[PATCH v1] nvme: avoid race in shutdown namespace removal

From: Daniel Wagner
Date: Mon Aug 30 2021 - 05:36:24 EST


When we remove the siblings entry, we update ns->head->list, hence we
can't separate the removal and test for being empty.

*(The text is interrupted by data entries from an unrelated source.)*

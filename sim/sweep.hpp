#pragma once
// Sweeps: vary numeric plan or staffing parameters over lists or ranges
// without editing the scenario. Several axes make a grid. The grid is built on
// the scenario's YAML, so every generated plan goes through the same strict
// loader as a hand-written one.
//
// An axis is "PATH=VALUES". PATH is dotted and starts with "plan." (a key of
// the swept plan, e.g. "plan.rule.threshold") or "roles.<role>." (staffing of
// the role the swept plan pages, e.g. "roles.cover nurse.roster.night"); a
// list item on the way is picked by its position or by its `name`. VALUES is
// "a,b,c" or "from:to:step" (inclusive).
#include <string>
#include <vector>

#include "sim/scenario.hpp"

namespace tocsin {

struct SweepAxis {
    std::string path;
    std::vector<double> values;
};

// Throws std::runtime_error saying what was expected.
SweepAxis parse_sweep_axis(const std::string& spec);

struct SweepRequest {
    std::string base_plan;         // name of the plan to vary; empty = the scenario's `sweep.plan` or first plan
    std::vector<SweepAxis> axes;   // empty = the scenario's `sweep.vary`
    bool keep_other_plans = false; // also run the scenario's other plans as they are
    std::size_t max_plans = 5000;
};

// The scenario with its plans replaced by the grid (each named
// "<base> key=value, key=value"). Throws InputError / std::runtime_error.
Scenario sweep_scenario(const std::string& scenario_path, const SweepRequest& request);

}  // namespace tocsin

They have to be
in the same critical section to avoid a race.

Fixes: 5396fdac56d8 ("nvme: fix refcounting imbalance when all paths are down")
Cc: Hannes Reinecke <hare@xxxxxxx>
Cc: Keith Busch <kbusch@xxxxxxxxxx>
Signed-off-by: Daniel Wagner <dwagner@xxxxxxx>
---

I am able to hit this race window when I try to remove two paths
at the same time by making delete_controller asynchronous.

[ 93.977701] nvme nvme0: Removing ctrl: NQN "nqn.2014-08.org.nvmexpress:NVMf:uuid:de63429f-50a4-4e03-ade6-0be27b75be77"
[ 93.994213] nvme nvme1: Removing ctrl: NQN "nqn.2014-08.org.nvmexpress:NVMf:uuid:de63429f-50a4-4e03-ade6-0be27b75be77"
[ 94.009093] del cdev ffff991a00b3c388 minor 0
[ 94.009102] CPU: 2 PID: 13239 Comm: nvme Not tainted 5.14.0-rc4+ #29
[ 94.009109] Hardware name: QEMU Standard PC (i440FX + PIIX, 1996), BIOS rel-1.12.0-59-gc9ba527-rebuilt.opensuse.org 04/01/2014
[ 94.009112] Call Trace:
[ 94.009119] dump_stack_lvl+0x33/0x42
[ 94.009133] nvme_cdev_del+0x2d/0x60 [nvme_core]
[ 94.009148] nvme_mpath_shutdown_disk+0x41/0x50 [nvme_core]
[ 94.009157] nvme_ns_remove+0x199/0x1c0 [nvme_core]
[ 94.009166] nvme_remove_namespaces+0xac/0xf0 [nvme_core]
[ 94.009175] nvme_do_delete_ctrl+0x43/0x60 [nvme_core]
[ 94.009182] nvme_sysfs_delete+0x42/0x60 [nvme_core]
[ 94.009190] kernfs_fop_write_iter+0x12c/0x1a0
[ 94.009219] new_sync_write+0x11c/0x1b0
[ 94.009229] vfs_write+0x1ea/0x250
[ 94.009236] ksys_write+0xa1/0xe0
[ 94.009242] do_syscall_64+0x37/0x80
[ 94.009256] entry_SYSCALL_64_after_hwframe+0x44/0xae

With the patch only one of the nvme_do_delete_ctrl() will see
last_path = true and I can't observe any crash.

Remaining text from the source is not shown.